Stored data

▬▬▬

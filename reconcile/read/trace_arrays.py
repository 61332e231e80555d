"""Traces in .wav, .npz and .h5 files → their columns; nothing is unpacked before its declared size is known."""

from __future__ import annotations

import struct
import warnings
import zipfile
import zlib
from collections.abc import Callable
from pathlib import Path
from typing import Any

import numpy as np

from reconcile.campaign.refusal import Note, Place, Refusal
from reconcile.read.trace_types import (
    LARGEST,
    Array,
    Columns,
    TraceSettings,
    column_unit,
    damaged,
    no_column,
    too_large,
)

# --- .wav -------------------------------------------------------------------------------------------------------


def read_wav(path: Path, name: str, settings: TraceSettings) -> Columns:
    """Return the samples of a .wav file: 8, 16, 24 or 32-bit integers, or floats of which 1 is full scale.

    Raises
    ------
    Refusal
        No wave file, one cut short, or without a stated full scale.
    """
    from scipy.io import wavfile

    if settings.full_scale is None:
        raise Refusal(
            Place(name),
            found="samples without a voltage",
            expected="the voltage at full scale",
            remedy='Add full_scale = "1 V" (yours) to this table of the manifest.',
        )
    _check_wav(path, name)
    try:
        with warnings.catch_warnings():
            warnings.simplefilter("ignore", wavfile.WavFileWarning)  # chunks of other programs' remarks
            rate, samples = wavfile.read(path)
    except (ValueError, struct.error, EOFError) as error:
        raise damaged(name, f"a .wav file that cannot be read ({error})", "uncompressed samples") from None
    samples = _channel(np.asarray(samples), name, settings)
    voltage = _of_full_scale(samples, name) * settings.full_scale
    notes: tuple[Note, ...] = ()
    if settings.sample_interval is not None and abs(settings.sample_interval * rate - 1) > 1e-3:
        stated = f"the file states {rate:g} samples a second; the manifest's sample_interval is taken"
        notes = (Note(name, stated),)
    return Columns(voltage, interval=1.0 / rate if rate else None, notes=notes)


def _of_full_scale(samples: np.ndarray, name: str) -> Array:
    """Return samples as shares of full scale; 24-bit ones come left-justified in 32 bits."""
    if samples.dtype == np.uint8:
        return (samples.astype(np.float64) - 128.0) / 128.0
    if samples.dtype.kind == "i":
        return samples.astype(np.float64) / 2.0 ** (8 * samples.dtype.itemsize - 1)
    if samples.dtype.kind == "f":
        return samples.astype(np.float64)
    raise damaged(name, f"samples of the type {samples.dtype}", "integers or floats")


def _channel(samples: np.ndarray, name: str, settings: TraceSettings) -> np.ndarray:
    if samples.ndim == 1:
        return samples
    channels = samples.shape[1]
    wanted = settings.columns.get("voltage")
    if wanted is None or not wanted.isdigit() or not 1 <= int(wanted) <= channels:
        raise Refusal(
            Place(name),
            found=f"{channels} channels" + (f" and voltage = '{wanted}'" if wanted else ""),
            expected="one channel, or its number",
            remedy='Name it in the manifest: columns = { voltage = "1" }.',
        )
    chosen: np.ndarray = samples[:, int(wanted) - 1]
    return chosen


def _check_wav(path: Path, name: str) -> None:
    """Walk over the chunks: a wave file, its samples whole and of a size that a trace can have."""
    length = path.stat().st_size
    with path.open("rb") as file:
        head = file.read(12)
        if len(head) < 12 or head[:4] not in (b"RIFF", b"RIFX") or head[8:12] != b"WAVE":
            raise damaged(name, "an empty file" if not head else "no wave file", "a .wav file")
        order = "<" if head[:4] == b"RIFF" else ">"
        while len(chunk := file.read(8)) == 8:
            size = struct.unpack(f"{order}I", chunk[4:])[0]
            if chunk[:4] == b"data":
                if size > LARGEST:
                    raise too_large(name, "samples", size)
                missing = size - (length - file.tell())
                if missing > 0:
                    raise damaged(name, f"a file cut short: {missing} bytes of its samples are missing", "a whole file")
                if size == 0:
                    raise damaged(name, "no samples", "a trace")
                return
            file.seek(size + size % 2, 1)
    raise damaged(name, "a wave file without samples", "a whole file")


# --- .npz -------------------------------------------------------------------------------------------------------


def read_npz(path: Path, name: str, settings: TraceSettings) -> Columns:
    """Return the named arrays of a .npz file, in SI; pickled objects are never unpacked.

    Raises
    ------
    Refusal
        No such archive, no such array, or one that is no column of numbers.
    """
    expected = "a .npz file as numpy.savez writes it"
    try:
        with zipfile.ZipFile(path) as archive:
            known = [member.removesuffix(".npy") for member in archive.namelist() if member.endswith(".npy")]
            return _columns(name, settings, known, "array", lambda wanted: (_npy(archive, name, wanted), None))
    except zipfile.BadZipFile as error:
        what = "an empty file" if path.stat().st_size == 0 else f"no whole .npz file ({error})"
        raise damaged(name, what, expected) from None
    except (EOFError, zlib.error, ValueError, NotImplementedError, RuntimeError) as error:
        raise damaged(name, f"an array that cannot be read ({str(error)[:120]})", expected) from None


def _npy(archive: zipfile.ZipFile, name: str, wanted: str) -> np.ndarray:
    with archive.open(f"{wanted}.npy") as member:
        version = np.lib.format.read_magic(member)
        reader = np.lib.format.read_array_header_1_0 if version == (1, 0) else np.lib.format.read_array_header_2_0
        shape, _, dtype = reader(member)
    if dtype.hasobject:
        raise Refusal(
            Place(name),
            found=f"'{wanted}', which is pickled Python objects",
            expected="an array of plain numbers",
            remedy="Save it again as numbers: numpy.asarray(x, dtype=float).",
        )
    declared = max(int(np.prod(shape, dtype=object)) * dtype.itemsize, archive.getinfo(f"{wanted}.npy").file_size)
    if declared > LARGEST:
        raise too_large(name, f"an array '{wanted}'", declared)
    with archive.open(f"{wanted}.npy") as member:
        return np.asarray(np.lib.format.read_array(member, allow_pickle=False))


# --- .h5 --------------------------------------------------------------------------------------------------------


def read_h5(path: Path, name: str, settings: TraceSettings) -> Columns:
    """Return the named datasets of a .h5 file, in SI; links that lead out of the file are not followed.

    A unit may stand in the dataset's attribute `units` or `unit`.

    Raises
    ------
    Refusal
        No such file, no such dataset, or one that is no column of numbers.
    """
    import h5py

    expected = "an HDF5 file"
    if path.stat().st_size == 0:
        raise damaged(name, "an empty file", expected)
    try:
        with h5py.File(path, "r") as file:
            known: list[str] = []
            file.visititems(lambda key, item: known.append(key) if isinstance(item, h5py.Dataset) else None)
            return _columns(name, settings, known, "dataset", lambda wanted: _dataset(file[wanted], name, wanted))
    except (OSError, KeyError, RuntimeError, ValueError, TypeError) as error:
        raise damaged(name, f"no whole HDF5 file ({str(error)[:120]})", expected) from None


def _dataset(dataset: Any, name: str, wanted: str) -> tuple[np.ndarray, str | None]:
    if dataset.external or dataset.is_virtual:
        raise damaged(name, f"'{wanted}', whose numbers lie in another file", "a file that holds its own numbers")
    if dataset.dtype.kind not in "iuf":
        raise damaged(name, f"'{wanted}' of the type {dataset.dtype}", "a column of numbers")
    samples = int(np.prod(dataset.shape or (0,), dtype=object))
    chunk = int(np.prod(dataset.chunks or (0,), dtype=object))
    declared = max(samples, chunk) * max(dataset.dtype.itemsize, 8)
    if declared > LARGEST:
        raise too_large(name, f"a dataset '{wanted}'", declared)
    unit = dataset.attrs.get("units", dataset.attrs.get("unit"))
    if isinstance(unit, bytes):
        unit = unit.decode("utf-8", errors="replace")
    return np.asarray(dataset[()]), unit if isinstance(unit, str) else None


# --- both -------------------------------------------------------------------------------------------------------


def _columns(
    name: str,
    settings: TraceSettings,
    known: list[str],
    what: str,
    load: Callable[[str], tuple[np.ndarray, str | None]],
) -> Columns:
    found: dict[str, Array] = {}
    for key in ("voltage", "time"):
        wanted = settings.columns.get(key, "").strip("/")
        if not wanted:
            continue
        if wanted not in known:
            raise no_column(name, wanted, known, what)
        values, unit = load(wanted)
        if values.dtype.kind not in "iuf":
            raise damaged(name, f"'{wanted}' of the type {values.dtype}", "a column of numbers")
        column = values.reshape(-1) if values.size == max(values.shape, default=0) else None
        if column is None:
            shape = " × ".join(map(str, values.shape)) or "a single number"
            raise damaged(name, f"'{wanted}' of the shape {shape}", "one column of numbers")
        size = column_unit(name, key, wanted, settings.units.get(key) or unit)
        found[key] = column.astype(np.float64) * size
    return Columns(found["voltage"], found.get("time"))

▬▬▬

### ACTIVITY
Your task is to copy each line of the entries that includes the word "except".

### EXERCISE RESULT
    except (ValueError, struct.error, EOFError) as error:
    except zipfile.BadZipFile as error:
    except (EOFError, zlib.error, ValueError, NotImplementedError, RuntimeError) as error:
    except (OSError, KeyError, RuntimeError, ValueError, TypeError) as error:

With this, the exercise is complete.